::: Data excerpts :::

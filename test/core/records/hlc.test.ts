// Revisions: hybrid-logical-clock properties (Kulkarni, Demirbas et al. 2014, "Logical Physical
// Clocks"): monotonic per device, causality across devices, total order, string order = clock order.
import { describe, expect, it } from 'vitest';
import fc from 'fast-check';
import { compareRev, formatRev, maxRev, nextRev, parseRev, REV_MAX_COUNTER } from '../../../core/records/index';

const wall = fc.integer({ min: 0, max: 4_102_444_800_000 });
const device = fc.stringMatching(/^[A-Za-z0-9_-]{1,64}$/);

describe('nextRev', () => {
  it('is strictly increasing on one device whatever the wall clock does', () => {
    // HLC property 1 (Kulkarni 2014): l.j > l.e for successive events e → j on one process.
    fc.assert(
      fc.property(device, fc.array(wall, { minLength: 1, maxLength: 50 }), (d, clocks) => {
        let prev: string | undefined;
        for (const t of clocks) {
          const rev = nextRev(prev, t, d);
          if (prev !== undefined) expect(compareRev(rev, prev)).toBe(1);
          prev = rev;
        }
      }),
    );
  });

  it('never falls behind the wall clock and stays within the max of clock and previous revision', () => {
    // HLC property: l ≥ pt and l = max(pt, previous l) (Kulkarni 2014, §3).
    fc.assert(
      fc.property(device, wall, wall, fc.integer({ min: 0, max: 1000 }), (d, t1, t2, c) => {
        const prev = formatRev({ wall_ms: t1, counter: c, deviceId: 'other' });
        const p = parseRev(nextRev(prev, t2, d));
        expect(p.wall_ms).toBe(Math.max(t1, t2));
        expect(p.counter).toBe(t2 > t1 ? 0 : c + 1);
        expect(p.deviceId).toBe(d);
      }),
    );
  });

  it('orders a change made after seeing another device’s change above it (causality)', () => {
    // exact: device B, with a slower clock, edits after receiving A's revision; B's must sort higher.
    const a = nextRev(undefined, 1_767_225_600_500, 'device-a');
    const bSeen = maxRev(nextRev(undefined, 1_767_225_600_000, 'device-b'), a);
    const b = nextRev(bSeen, 1_767_225_600_100, 'device-b');
    expect(compareRev(b, a)).toBe(1);
    expect(parseRev(b)).toEqual({ wall_ms: 1_767_225_600_500, counter: 1, deviceId: 'device-b' });
  });

  it('breaks ties between devices by device id, so two devices never give equal revisions', () => {
    // exact: same wall time and counter, device ids "a" < "b".
    const ra = nextRev(undefined, 1000, 'a');
    const rb = nextRev(undefined, 1000, 'b');
    expect(compareRev(ra, rb)).toBe(-1);
    expect(compareRev(rb, ra)).toBe(1);
    expect(compareRev(ra, ra)).toBe(0);
  });

  it('sorts as strings exactly as by (wall, counter, device)', () => {
    fc.assert(
      fc.property(wall, fc.integer({ min: 0, max: REV_MAX_COUNTER }), device, wall, fc.integer({ min: 0, max: REV_MAX_COUNTER }), device,
        (w1, c1, d1, w2, c2, d2) => {
          const a = formatRev({ wall_ms: w1, counter: c1, deviceId: d1 });
          const b = formatRev({ wall_ms: w2, counter: c2, deviceId: d2 });
          const tupleOrder = w1 !== w2 ? Math.sign(w1 - w2) : c1 !== c2 ? Math.sign(c1 - c2) : d1 < d2 ? -1 : d1 > d2 ? 1 : 0;
          expect(compareRev(a, b)).toBe(tupleOrder);
          expect([a, b].sort()[0]).toBe(tupleOrder <= 0 ? a : b);
        }),
    );
  });

  it('moves on by one millisecond when the counter is full', () => {
    // exact: counter 999999 at wall 5000 → wall 5001, counter 0.
    const full = formatRev({ wall_ms: 5000, counter: REV_MAX_COUNTER, deviceId: 'd' });
    expect(parseRev(nextRev(full, 4000, 'd'))).toEqual({ wall_ms: 5001, counter: 0, deviceId: 'd' });
  });

  it('round-trips parse and format', () => {
    fc.assert(fc.property(wall, fc.integer({ min: 0, max: REV_MAX_COUNTER }), device, (w, c, d) => {
      expect(parseRev(formatRev({ wall_ms: w, counter: c, deviceId: d }))).toEqual({ wall_ms: w, counter: c, deviceId: d });
    }));
  });

  it('refuses a bad clock, device id or revision with a RangeError saying what is needed', () => {
    expect(() => nextRev(undefined, Number.NaN, 'd')).toThrow(/nextRev needs a clock reading/);
    expect(() => nextRev(undefined, 1000, 'has space')).toThrow(/device id of 1–64/);
    expect(() => compareRev('12-3-x', nextRev(undefined, 1, 'd'))).toThrow(RangeError);
    expect(() => parseRev('1767225600000-00000-d')).toThrow(/parseRev needs a revision/);
  });
});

:::

→ Problem statement: Read through the data above. Report each line that has the word "Kulkarni".

→ Finished task:
// Revisions: hybrid-logical-clock properties (Kulkarni, Demirbas et al. 2014, "Logical Physical
    // HLC property 1 (Kulkarni 2014): l.j > l.e for successive events e → j on one process.
    // HLC property: l ≥ pt and l = max(pt, previous l) (Kulkarni 2014, §3).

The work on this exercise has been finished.